When I say colleagues, I’m not just talking about those I work with directly at Massey University, but my linguistic colleagues throughout the country.

We have different research interests and institutional affiliations, but we all have that same glint in our eye when we encounter a shiny new piece of language data.

Sure, the institutional competition between universities can frustrate and drag us down, as we jostle for students and research funding.

But when I sit with my fellow linguists at a conference or in a campus café, getting excited about the thesis topic of one of our postgrads or the next big idea in sociolinguistics, we’re not thinking about what distinguishes us but what we have in common.

And that’s why I feel for my colleagues at Te Herenga Waka/Victoria University whose linguistics programme is currently under consideration for staff cuts or programme closure.

Vic has one of the best linguistics programmes in the country and, although institutional norms dictate I should be competing with it, I don’t think that way.

I’m up there on the hill once a week, attending Discourse Analysis Group with staff, students and retired academics, the room buzzing with the kind of energy that can only be generated by linguists collectively inspecting a pragmatic particle or an affective disclaimer.

I have coffee with the Vic linguists, work on journal articles with them, write opinion pieces with them about the latest thing to linguistically frustrate us, and plan guest lectures in their courses and mine.

Victoria University of Wellington (Photo: supplied)

If Victoria’s linguistic programme goes under the knife, it’s not just staff and students there who will be adversely affected but all of us working in linguistics across Aotearoa.

Even more alarming, it feels like a matter of time for the rest of us, with rumblings of academic staff and programme cuts at Otago and Massey too, so that the entire discipline of linguistics seems at risk of national collapse.

From the outside, we might look like self-involved academics anxious about losing our jobs, but that’s not what makes me saddest here.

Because we need the humanities – and we need linguistics.

Some of our students are born linguists. They come into the world with that magpie eye for language and they fervently sign up for their linguistic majors.

But lots major in other disciplines.

Many fields contribute to our understanding of social interaction, but only linguistics focuses specifically on the role of language.

In our courses, journalism students learn about the power of the media to shape public opinion for good or ill via the subtlest of linguistic choices.

Political science students learn how politicians adapt their language to convince voters to support their policies.

Marketing students learn how to use language to appeal to social groups who buy their products.

When our students go out into the world, they are equipped to apply their skills in data analysis, critical thinking, research, precision and attention to detail to any number of careers. You will find people with linguistics qualifications in business, government, IT, health and education.

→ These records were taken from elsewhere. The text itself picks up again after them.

/* The margin in KEY (see thermal.h). */
int thermal_margin(const struct problem *pb, const struct solve_options *o,
                   const char *key, struct thermal_margin *out, char *err,
                   size_t errlen)
{
	struct thermal_branch b = { .pb = pb, .o = o };
	memset(out, 0, sizeof *out);
	out->tj = out->fold = out->fold_tj = out->at_tjmax = out->t_end = NAN;
	if (!thermal_active(&pb->dev) || !thermal_keys_of(pb->dev.type, &b.k)) {
		snprintf(err, errlen, "the device does not heat itself "
		         "(thermal_resistance is 0)");
		return -1;
	}
	if (paramref_find(pb, key, &b.r, err, errlen) != 0)
		return -1;
	out->param = b.r;
	out->now = paramref_get(pb, &b.r);
	b.kind = BRANCH_OTHER;
	if (b.r.kind == PARAMREF_DEVICE && b.r.index == b.k.theta)
		b.kind = BRANCH_THETA;
	else if (b.r.kind == PARAMREF_DEVICE && b.r.index == b.k.tamb)
		b.kind = BRANCH_AMBIENT;
	else if (b.r.kind == PARAMREF_DEVICE &&
	         (b.r.index == b.k.temp || b.r.index == b.k.tjmax)) {
		snprintf(err, errlen, "%s does not move the heat balance", key);
		return -1;
	}
	const double *p = pb->dev.p;
	double ta = p[b.k.tamb], tjmax = p[b.k.tjmax];

	/* Where to start: the coolest stable balance now, else low down. */
	struct thermal_result tr;
	thermal_solve(pb, o, &tr);
	if (tr.status == THERMAL_BAD_INPUT || tr.status == THERMAL_FAILED) {
		snprintf(err, errlen, "%s", tr.message);
		return -1;
	}
	double t0;
	for (size_t j = 0; j < tr.n && !out->has_point; j++)
		if (tr.pts[j].stable) {
			out->has_point = true;
			out->tj = tr.pts[j].tj;
		}
	if (out->has_point)
		t0 = out->tj;
	else if (b.kind == BRANCH_AMBIENT)
		t0 = fmax(ta - 150.0, HEAT_ZERO_C + 73.15);
	else
		t0 = ta + 0.5;
	double t_end = fmin(fmax(tjmax, t0) + 150.0, THERMAL_T_CEILING);
	out->t_end = t_end;
	if (!(t_end > t0)) {
		snprintf(err, errlen, "no room above %.4g degC to follow the "
		         "balance", t0);
		return -1;
	}
	double x0;
	if (out->has_point) {
		x0 = out->now;
	} else if (thermal_branch_value(&b, t0, out->now, &x0) != 0) {
		snprintf(err, errlen, "no heat balance to follow in %s", key);
		return -1;
	}
	/* Follow X(T) up until it turns back. */
	double dt = (t_end - t0) / THERMAL_MARGIN_STEPS;
	double tprev2 = NAN, tprev = t0, xprev = x0;
	int dir = 0;
	bool tjmax_seen = false;
	for (int s = 1; s <= THERMAL_MARGIN_STEPS; s++) {
		double t = t0 + s * dt, x;
		if (thermal_branch_value(&b, t, xprev, &x) != 0)
			break;
		int d = (x > xprev) - (x < xprev);
		if (dir == 0)
			dir = d;
		if (!tjmax_seen && tprev < tjmax && t >= tjmax) {
			double xt;
			if (thermal_branch_value(&b, tjmax, xprev, &xt) == 0)
				out->at_tjmax = xt;
			tjmax_seen = true;
		}
		if (dir != 0 && d != 0 && d != dir) {
			double a = isnan(tprev2) ? t0 : tprev2, tf, xf;
			if (thermal_branch_fold(&b, a, t, xprev, &tf, &xf) == 0 ||
			    thermal_branch_extremum(&b, a, t, xprev, dir > 0, &tf,
			                            &xf) == 0) {
				out->found = true;
				out->fold = xf;
				out->fold_tj = tf;
			}
			break;
		}
		tprev2 = tprev;
		tprev = t;
		xprev = x;
	}
	/* The rating only matters when the branch reaches it before the fold. */
	if (out->found && out->fold_tj <= tjmax)
		out->at_tjmax = NAN;
	if (!out->has_point && !isnan(out->at_tjmax) && t0 >= tjmax)
		out->at_tjmax = NAN;
	return 0;
}

/* PB's thermal resistance. */
static double theta_of(const struct problem *pb, const struct thermal_keys *k)
{
	return pb->dev.p[k->theta];
}
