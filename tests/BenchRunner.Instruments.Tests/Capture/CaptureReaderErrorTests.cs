using BenchRunner.Core.Diagnostics;

namespace BenchRunner.Instruments.Tests.Capture;

public sealed class CaptureReaderErrorTests
{
    [Fact]
    public void Parse_BadMagicLine_NamesLineOneColumnOne()
    {
        var error = Fails("benchrunner-log 1\nstarted: 2025-03-14T09:30:00.000000Z\n\n");

        Assert.Equal(new SourceLocation("session.cap", 1, 1), error.Location);
        Assert.Contains("expected \"benchrunner-capture 1\"", error.Message);
        Assert.StartsWith("session.cap:1:1: ", error.Message);
    }

    [Fact]
    public void Parse_EmptyFile_IsNotACapture()
    {
        var error = Fails("");

        Assert.Equal(new SourceLocation("session.cap", 1, 1), error.Location);
    }

    [Fact]
    public void Parse_UnknownVersion_NamesBothVersions()
    {
        var error = Fails(CaptureText.Header.Replace("capture 1", "capture 2"));

        Assert.Equal(new SourceLocation("session.cap", 1, 21), error.Location);
        Assert.Contains("version 2 is not supported", error.Detail);
        Assert.Contains("reads version 1", error.Detail);
    }

    [Theory]
    [InlineData("capture x", 21)]
    [InlineData("capture ", 21)]
    [InlineData("capture 01", 21)]
    public void Parse_VersionThatIsNotANumber_IsRejected(string magic, int column)
    {
        var error = Fails(CaptureText.Header.Replace("capture 1", magic));

        Assert.Equal(new SourceLocation("session.cap", 1, column), error.Location);
        Assert.Contains("format version number", error.Detail);
    }

    [Theory]
    [InlineData("0000a.000000 > A", 5, "time offset")]
    [InlineData("00001.25 > A", 9, "six decimals")]
    [InlineData("00001.2500000 > A", 13, "space after the time offset")]
    [InlineData("> A", 1, "time offset")]
    [InlineData("12345678901.000000 > A", 11, "time offset")]
    public void Parse_BadTimestamp_NamesItsColumn(string line, int column, string expected)
    {
        var error = Fails(CaptureText.Header + "00000.000001 > *IDN?\\n\n" + line + "\n");

        Assert.Equal(new SourceLocation("session.cap", 6, column), error.Location);
        Assert.Contains(expected, error.Detail);
    }

    [Theory]
    [InlineData("00000.001000 > *IDN?\\q", 21, "unknown escape \"\\q\"")]
    [InlineData("00000.001000 > *IDN?\\x4G", 21, "two hexadecimal digits")]
    [InlineData("00000.001000 > *IDN?\\x4", 21, "two hexadecimal digits")]
    [InlineData("00000.001000 > *IDN?\\", 21, "backslash ends the line")]
    [InlineData("00000.001000 > *IDN?\t", 21, "U+0009")]
    [InlineData("00000.001000 > caf\u00e9", 19, "U+00E9")]
    public void Parse_BadEscape_NamesTheColumnOfTheBackslash(string line, int column, string expected)
    {
        var error = Fails(CaptureText.Header + line + "\n");

        Assert.Equal(new SourceLocation("session.cap", 5, column), error.Location);
        Assert.Contains(expected, error.Detail);
    }

    [Fact]
    public void Parse_DecreasingTimestamps_NameBothLines()
    {
        var error = Fails(CaptureText.Header + "00000.000000 ! opened\n00001.000000 > A\n00000.500000 < B\n");

        Assert.Equal(new SourceLocation("session.cap", 7, 1), error.Location);
        Assert.Equal("session.cap:7:1: the time offset 0.500000 s is earlier than 1.000000 s on line 6; offsets never decrease", error.Message);
    }

    [Fact]
    public void Parse_EventEarlierThanChunk_IsADecreasingTimestamp()
    {
        var error = Fails(CaptureText.Header + "00002.000000 > A\n00001.000000 ! closed\n");

        Assert.Equal(new SourceLocation("session.cap", 6, 1), error.Location);
    }

    [Theory]
    [InlineData("00000.000001 = A", 14, "expected '>'")]
    [InlineData("00000.000001 >> A", 14, "expected '>'")]
    [InlineData("00000.000001  A", 14, "expected '>'")]
    [InlineData("00000.000001 >", 15, "at least one byte")]
    [InlineData("00000.000001 > ", 16, "at least one byte")]
    [InlineData("00000.000001 <b QUJ", 20, "groups of four")]
    [InlineData("00000.000001 <b QU*D", 19, "not base64")]
    [InlineData("00000.000001 <b QQ=A", 20, "not base64")]
    public void Parse_BadChunkLine_SaysWhatWasExpected(string line, int column, string expected)
    {
        var error = Fails(CaptureText.Header + line + "\n");

        Assert.Equal(new SourceLocation("session.cap", 5, column), error.Location);
        Assert.Contains(expected, error.Detail);
    }

    [Fact]
    public void Parse_HeaderWithoutBlankLine_SaysTheFileEndsInTheHeader()
    {
        var error = Fails("benchrunner-capture 1\nstarted: 2025-03-14T09:30:00.000000Z\n");

        Assert.Contains("ends inside the header", error.Detail);
    }

    [Fact]
    public void Parse_MissingStarted_NamesTheBlankLine()
    {
        var error = Fails("benchrunner-capture 1\nconnection: memory\n\n");

        Assert.Equal(new SourceLocation("session.cap", 3, 0), error.Location);
        Assert.Contains("\"started:\"", error.Detail);
    }

    [Fact]
    public void Parse_MissingConnection_IsRejected()
    {
        var error = Fails("benchrunner-capture 1\nstarted: 2025-03-14T09:30:00.000000Z\n\n");

        Assert.Contains("\"connection:\"", error.Detail);
    }

    [Theory]
    [InlineData("started: 2025-03-14 09:30:00Z")]
    [InlineData("started: 2025-03-14T09:30:00.000000+01:00")]
    [InlineData("started: 2025-02-30T09:30:00.000000Z")]
    public void Parse_BadStartTime_NamesTheValue(string line)
    {
        var error = Fails(CaptureText.Header.Replace("started: 2025-03-14T09:30:00.000000Z", line));

        Assert.Equal(new SourceLocation("session.cap", 2, 10), error.Location);
        Assert.Contains("yyyy-mm-ddThh:mm:ss.ffffffZ", error.Detail);
    }

    [Theory]
    [InlineData("Connection: memory", 1, "key: value")]
    [InlineData("connection memory", 1, "key: value")]
    [InlineData("connection:memory", 12, "space after the colon")]
    [InlineData("started: 2025-03-14T09:30:00.000000Z", 1, "given twice")]
    public void Parse_BadHeaderLine_IsRejected(string line, int column, string expected)
    {
        var error = Fails(CaptureText.Header.Replace("connection: memory (host end)", line));

        Assert.Equal(new SourceLocation("session.cap", 3, column), error.Location);
        Assert.Contains(expected, error.Detail);
    }

    [Fact]
    public void Read_MalformedFile_NamesThePath()
    {
        var path = Path.Combine(Path.GetTempPath(), $"capture-{Guid.NewGuid():N}.cap");
        try
        {
            File.WriteAllText(path, CaptureText.Header + "00000.000001 > \\z\n");

            var error = Assert.Throws<InputFormatException>(() => BenchRunner.Instruments.Capture.CaptureReader.Read(path));

            Assert.Equal(new SourceLocation(path, 5, 16), error.Location);
        }
        finally
        {
            File.Delete(path);
        }
    }

    private static InputFormatException Fails(string text) =>
        Assert.Throws<InputFormatException>(() => CaptureText.Parse(text));
}
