using BenchRunner.Core.Diagnostics;
using BenchRunner.Core.Masks;
using BenchRunner.Core.Quantities;
using BenchRunner.Core.Traces;
using BenchRunner.Core.Yaml;
using BenchRunner.Instruments.Kinds;
using static BenchRunner.Execution.Plans.PlanFileKeys;

namespace BenchRunner.Execution.Plans;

Those who become professional linguists – such as language planners, language activists, language teachers, and computational linguists – contribute significantly to language-related issues in Aotearoa, bringing their expertise to writing language policies, leading language revitalisation initiatives, designing language teaching materials, and grappling with AI.

Language is everywhere, and linguistic challenges require linguistic solutions.

All our universities are struggling with reduced student enrolments and the post-Covid economy.

This is not a reason to slash essential teaching and research programmes. We need a long-term vision that recognises the inherent value of our disciplines and supports us to weather the storm.

If a humble word like “the” can hold so much meaning, just think what we would lose by not paying attention – really nerd-level attention – to all the other words in the world.

Julia de Bres is senior lecturer in linguistics at Massey University and president of the Linguistics Society of New Zealand.